The massive integration of information technologies, under different aspects of the modern world, has led to the treatment of vehicles as conceptual resources in information systems. Since an autonomous information system has no meaning without any data, there is a need to reform vehicle information between reality and the information system.This can be achieved by human agents or by special intelligent equipment that will allow identification of vehicles by their registration plates in real environments. Among intelligent equipment, mention is made of the system of detection and recognition of the number plates of vehicles.The system of vehicle number plate detection and recognition is used to detect the plates then make the recognition of the plate that is to extract the text from an image and all that thanks to the calculation modules that use location algorithms, segmentation plate and character recognition.The detection and reading of license plates is a kind of intelligent system and it is considerable because of the potential applications in several sectors which are quoted:

This system is used for the detection of stolen and searched vehicles. The detected plates are compared to those of the reported vehicles.

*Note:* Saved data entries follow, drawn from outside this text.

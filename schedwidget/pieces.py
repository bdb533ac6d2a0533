"""Piecewise and cyclic leaf shapes: triangle cycles, the one-cycle policy and knots.

Like ``shapes``, each is a frozen value whose parameters are declared once; every formula is written for a
real-valued clock ``u`` and sampled at integer ticks.
"""

from __future__ import annotations

import math
from dataclasses import field
from typing import ClassVar, Sequence

import numpy as np

from .codegen import num, plus
from .leaf import TICK_SOFT, _Leaf, _rate, _steps, node
from .schedule import EDGE_CAP, MAX_TICKS, Schedule, as_whole, check_top, complain, monotone_range, param

__all__ = ["triangle", "one_cycle", "knots"]


@node
class Triangle(_Leaf):
    """Triangular cycles between ``low`` and ``high`` (Smith 2017); amplitude times ``shrink`` each cycle.

    A cycle rises for ``half_period`` ticks and falls for ``fall`` ticks (``half_period`` when None: the
    symmetric cycle of Smith 2017, eq. (1)-(3)).
    """

    kind: ClassVar[str] = "triangle"
    low: float = _rate("rate at the start of every cycle")
    high: float = _rate("rate at the apex of the first cycle")
    half_period: int = param(kind="ticks", lo=1, soft=(1, 20_000), doc="ticks from low to apex (the rise)")
    shrink: float = param(1.0, kind="ratio", lo=0.0, lo_open=True, hi=1.0, soft=(0.3, 1.0),
                          doc="amplitude multiplier per cycle; 0.5 halves it each cycle")
    steps: int | None = _steps(optional=True)
    fall: int | None = param(None, kind="ticks", lo=1, soft=(1, 20_000), optional=True,
                             doc="ticks from the apex back to low; None: half_period (a symmetric cycle)")

    def __post_init__(self) -> None:
        self._validate()
        if self.low > self.high:
            raise complain("triangle", "low", self.low, f"<= high = {self.high!r}")
        if self.fall is not None and self.half_period + self.fall > MAX_TICKS:
            raise complain("triangle", "fall", self.fall, f"a whole number <= {MAX_TICKS - self.half_period}",
                           "a cycle (half_period + fall) must stay within 2**53 ticks")

    def __repr__(self) -> str:
        text = Schedule.__repr__(self)  # fall=None (the default) is left out, so older reprs read the same
        return text.replace(", fall=None)", ")") if self.fall is None else text

    def _even(self) -> bool:
        return self.fall is None or self.fall == self.half_period

    def _period(self) -> float:
        return float(self.half_period) * 2.0 if self._even() else float(self.half_period + self.fall)

    def _cycle(self, u):
        return np.floor(1.0 + u / (2.0 * self.half_period))

    def _source(self, w, u, bound, ind, sink):
        h = float(self.half_period)
        c, x = w.fresh("c"), w.fresh("x")
        amp = "" if self.shrink == 1.0 else f" * {num(self.shrink)} ** ({c} - 1.0)"
        if self._even():
            w.put(ind, f"{c} = math.floor(1.0 + {u} / {num(2.0 * h)})  # cycle number, from 1")
            w.put(ind, f"{x} = abs({u} / {num(h)} - 2.0 * {c} + 1.0)")
            w.put(ind, sink(plus(self.low, self.high - self.low, f"max(0.0, 1.0 - {x})" + amp)))
            return
        p, d = self._period(), float(self.fall)
        w.put(ind, f"{c} = math.floor(1.0 + {u} / {num(p)})  # cycle number, from 1")
        w.put(ind, f"{x} = {u} - ({c} - 1.0) * {num(p)}  # ticks into the cycle")
        w.put(ind, f"{x} = {x} / {num(h)} if {x} < {num(h)} else ({num(p)} - {x}) / {num(d)}")
        w.put(ind, sink(plus(self.low, self.high - self.low, f"max(0.0, {x})" + amp)))

    def _at(self, u):
        h = float(self.half_period)
        if self._even():
            c = self._cycle(u)
            x = np.abs(u / h - 2.0 * c + 1.0)
            return self.low + (self.high - self.low) * np.maximum(0.0, 1.0 - x) * np.power(self.shrink, c - 1.0)
        p, d = self._period(), float(self.fall)
        c = np.floor(1.0 + u / p)
        x = u - (c - 1.0) * p
        x = np.where(x < h, x / h, (p - x) / d)
        return self.low + (self.high - self.low) * np.maximum(0.0, x) * np.power(self.shrink, c - 1.0)

    def _range(self, a, b):
        h, p = float(self.half_period), self._period()
        fa, fb = self._at(a), self._at(b)
        trough = np.ceil(a / p) * p <= b
        lo = np.where(trough, self.low, np.minimum(fa, fb))
        c0 = np.ceil((a - h) / p) + 1.0  # the first cycle whose apex, at (c - 1) * p + h, is at or after a
        apex = (c0 - 1.0) * p + h <= b
        top = self.low + (self.high - self.low) * np.power(self.shrink, c0 - 1.0)
        hi = np.maximum(np.maximum(fa, fb), np.where(apex, top, -np.inf))
        return lo, hi

    def _window(self) -> int:  # three cycles
        return int(3 * self._period())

Our project will be divised into 3 steps :

Step1 : Licence plate detection

In order to detect licence we will use Yolo ( You Only Look One ) deep learning object detection architecture based on convolution neural networks.

This architecture was introduced by Joseph Redmon , Ali Farhadi, Ross Girshick and Santosh Divvala first version in 2015 and later version 2 and 3.

Yolo v1 : Paper link.

Yolo v2 : Paper link.

Yolo v3 : Paper link.

Yolo is a single network trained end to end to perform a regression task predicting both object bounding box and object class.

This network is extremely fast, it processes images in real-time at 45 frames per second. A smaller version of the network, Fast YOLO, processes an astounding 155 frames per second.

Implementing YOLO V3:

First, we prepared a dataset composed of 700 images of cars that contains Tunisian licence plate, for each image, we make an xml file ( Changed after that to text file that contains coordinates compatible with Darknet config file input. Darknet : project used to retrain YOLO pretrained models) using a desktop application called LabelImg.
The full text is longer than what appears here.